# type 59 buggati rail car



## dana (Jan 7, 2008)

I have this car but its blue from 1989 (italy ) how hard would it be to fit a hlw wody motor into it and add a freight car truck to turnit into a buggati type 59 inspection car 

upper body is metal and lower body plastic , any shorting out problems ? I want a bachmann rail truck of course but no money and have a big scrap box so hence my question / dream 

any advice please


----------



## dana (Jan 7, 2008)

lets try this again


----------



## Paradise (Jan 9, 2008)

Dana

Specify a text string like the example below while in HTML view and your image should work. ( Replace the [ ] with < > ) 

[ img src="http://www.mylargescale.com/Portals/0/images/logo/mlslogo.gif"" ] 









Andrew


----------



## East Broad Top (Dec 29, 2007)

Something's weird with the photo posting code right now, so yeah--you've got to use the HTML code to post photos for the time being. We're working on it. 


```
[img]http://1stclass.mylargescale.com/eastbroadtop/TRR2/TRR221.jpg[/img]
```
 yields this: 










Later, 

K


----------



## Spule 4 (Jan 2, 2008)

Kevin, that is an odd looking Bugatti.....


----------



## Paulus (May 31, 2008)

A Bugatti sportscar as rail inspection car... Now that's something different! 
Looking forward to it!


----------



## degill2 (Jun 7, 2009)

[url="


----------



## Torby (Jan 2, 2008)

Ok. So how do you do it? 

I've been an MLS member for years and posted thousands of pictures, but can't do it any more


----------



## SteveC (Jan 2, 2008)




----------



## Pete Thornton (Jan 2, 2008)

Tac - [img src="http://www.outsidetrains.com/smile/40.gif]" 
Or dId you mean:










(I went into Add Reply, switched to HTML, changed your [ to a < and ] to > and put the link in ".[/i] 

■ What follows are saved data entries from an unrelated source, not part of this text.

package api

import (
	"net/http"
	"regexp"
	"slices"
	"strings"
	"testing"

	"github.com/go-json-experiment/json"
	"github.com/go-json-experiment/json/jsontext"

	"regimed/api/page"
)

// Every file of the page goes out with headers that let it load nothing of
// others, and only from this service.
func TestPageHeaders(t *testing.T) {
	paths := []string{"/", "/examples.json"}
	for name := range page.Files() {
		paths = append(paths, "/sheet/"+name)
	}
	for _, path := range paths {
		r := call(t, http.MethodGet, path, "")
		body := bodyOf(t, r)
		if r.StatusCode != http.StatusOK || len(body) == 0 || r.ContentLength != int64(len(body)) {
			t.Errorf("%s: status %d, %d bytes, %d announced", path, r.StatusCode, len(body), r.ContentLength)
		}
		for name, want := range map[string]string{
			"Content-Security-Policy": page.Policy, "X-Content-Type-Options": "nosniff", "X-Frame-Options": "DENY",
			"Referrer-Policy": "no-referrer", "Cross-Origin-Opener-Policy": "same-origin", "Cross-Origin-Resource-Policy": "same-origin", "Cache-Control": "no-cache",
		} {
			if got := r.Header.Get(name); got != want {
				t.Errorf("%s: %s is %q", path, name, got)
			}
		}
		again := call(t, http.MethodGet, path, "", "If-None-Match", r.Header.Get("ETag"))
		if again.StatusCode != http.StatusNotModified || len(bodyOf(t, again)) != 0 || again.Header.Get("ETag") != r.Header.Get("ETag") {
			t.Errorf("%s: status %d the second time", path, again.StatusCode)
		}
		if head := call(t, http.MethodHead, path, ""); head.StatusCode != http.StatusOK || head.ContentLength != int64(len(body)) {
			t.Errorf("HEAD %s: status %d, length %d", path, head.StatusCode, head.ContentLength)
		}
	}
	if len(paths) < 15 {
		t.Errorf("%d files", len(paths))
	}
}

// The policy allows nothing written into the page, and nothing from elsewhere.
func TestPagePolicy(t *testing.T) {
	policy := map[string]string{}
	for part := range strings.SplitSeq(page.Policy, "; ") {
		name, value, _ := strings.Cut(part, " ")
		policy[name] = value
	}
	for name, want := range map[string]string{"default-src": "'none'", "script-src": "'self'", "style-src": "'self'", "img-src": "'self' data:",
		"connect-src": "'self'", "base-uri": "'none'", "form-action": "'none'", "frame-ancestors": "'none'"} {
		if policy[name] != want {
			t.Errorf("%s %s", name, policy[name])
		}
	}
	if strings.Contains(page.Policy, "unsafe") || strings.Contains(page.Policy, "http") {
		t.Error(page.Policy)
	}
}

// The page is for those who take HTML.
func TestPageIsHTML(t *testing.T) {
	rows := []struct {
		accept []string
		status int
	}{
		{nil, 200},
		{[]string{"*/*"}, 200},
		{[]string{"text/html"}, 200},
		{[]string{"text/*"}, 200},
		{[]string{"text/html,application/xhtml+xml,application/xml;q=0.9,*/*;q=0.8"}, 200},
		{[]string{"application/json", "text/html;q=0.1"}, 200},
		{[]string{"application/json"}, 406},
		{[]string{"application/json, text/html;q=0"}, 406},
		{[]string{"text/html;q=0, */*"}, 406},
		{[]string{"text/html;q=0, text/*"}, 406},
		{[]string{"text/*;q=0, */*"}, 406},
		{[]string{"image/*"}, 406},
		{[]string{";;"}, 200},
	}
	for _, row := range rows {
		var headers []string
		for _, a := range row.accept {
			headers = append(headers, "Accept", a)
		}
		r := callWith(t, "/", headers)
		if r.StatusCode != row.status || !slices.Contains(r.Header.Values("Vary"), "Accept") {
			t.Errorf("%q: status %d, Vary %q", row.accept, r.StatusCode, r.Header.Values("Vary"))
		}
		if row.status == http.StatusNotAcceptable {
			if p := problemIn(t, r); p.Type != "/problems/not-acceptable" {
				t.Errorf("%q: %s", row.accept, p.Type)
			}
		}
	}
	if len(rows) != 13 {
		t.Errorf("%d rows", len(rows))
	}
}

// callWith asks for a path with headers, of which one may come twice.
func callWith(t *testing.T, path string, headers []string) *http.Response {
	t.Helper()
	r, err := http.NewRequest(http.MethodGet, path, nil)
	if err != nil {
		t.Fatal(err)
	}
	for i := 0; i+1 < len(headers); i += 2 {
		r.Header.Add(headers[i], headers[i+1])
	}
	return serve(t, handler, r)
}

// A tag that is one of several, weak, or any, still holds.
func TestPageTags(t *testing.T) {
	tag := page.Index().Tag
	for sent, status := range map[string]int{
		tag: 304, "W/" + tag: 304, `"other", ` + tag: 304, "*": 304, `"other"`: 200, strings.Trim(tag, `"`): 200,
	} {
		if r := call(t, http.MethodGet, "/", "", "If-None-Match", sent); r.StatusCode != status {
			t.Errorf("%s: status %d", sent, r.StatusCode)
		}
	}
}

func TestPageFileUnknown(t *testing.T) {
	for _, name := range []string{"nothing.js", "..%2fpage.go", "index.htm", ""} {
		if r := call(t, http.MethodGet, "/sheet/"+name, ""); r.StatusCode != http.StatusNotFound {
			t.Errorf("%q: status %d", name, r.StatusCode)
		}
	}
}

// Every address on the page is one that the service answers.
func TestPageLinks(t *testing.T) {
	found := regexp.MustCompile(`(?:href|src)="(/[^"]*)"`).FindAllSubmatch(page.Index().Body, -1)
	for _, m := range found {
		if r := call(t, http.MethodGet, string(m[1]), ""); r.StatusCode != http.StatusOK {
			t.Errorf("%s: status %d", m[1], r.StatusCode)
		}
	}
	if len(found) < 7 {
		t.Errorf("%d addresses", len(found))
	}
}

// Every demo case that the page offers is one that the service answers.
func TestDemoCasesAnswer(t *testing.T) {
	var list struct {
		Examples []struct {
			Name string         `json:"name"`
			Case jsontext.Value `json:"case"`
		} `json:"examples"`
	}
	if err := json.Unmarshal(bodyOf(t, call(t, http.MethodGet, "/examples.json", "")), &list); err != nil {
		t.Fatal(err)
	}
	for _, e := range list.Examples {
		if r := call(t, http.MethodPost, "/v1/classify?fields=kind", string(e.Case)); r.StatusCode != http.StatusOK {
			t.Errorf("%s: %s", e.Name, bodyOf(t, r))
		}
	}
	if len(list.Examples) < 45 {
		t.Errorf("%d cases", len(list.Examples))
	}
}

Hasn't anyone found a proper picture of that pretty Bugatti railbus yet? Ah Yes, here it is: 











_Oh you wanted a type 59 ??_


----------



## TonyWalsham (Jan 2, 2008)

There I was thinking the poster meant this [/b]*Bugatti Railcar*, Something I have long admired. Silly me. [/b]


----------



## Pete Thornton (Jan 2, 2008)

Tony - sorry. I got there 4 mintues earlier. [No P Msgs for you?]


----------



## TonyWalsham (Jan 2, 2008)

Sorright Pete. I found it, then spent time poking around the OBVIOUS websites before I posted it. Interesting place to go look through. Did you catch the series on fururistic cars?


----------



## Matt Vogt (Jan 2, 2008)

Dana, I'm in the middle of building a railtruck with a HLW drive. It looks like it might be a tight fit to fit the motor in the tapered back end or behind the seat, but it_ might_ work... 









If you haven't seen it, this is the drive I'm talking about.

Good luck, and keep us posted.
Matt 


edit: I hadn't thought of it, but it would be _much _easier to make it front wheel drive.


----------



## Mr Ron (Sep 23, 2009)

From what I read; the Bugatti railcar saved Bugatti from going out of business. Quite a few were built and used on French railways up until 1958(I think). I have an interested in unusual railway equipment. That's why I built a Swedish Railways class D,1-C-1 electric locomotive. I look forward to seeing your model when it is finished.


----------



## Pete Thornton (Jan 2, 2008)

I got the photo from this photo essay. Great pics!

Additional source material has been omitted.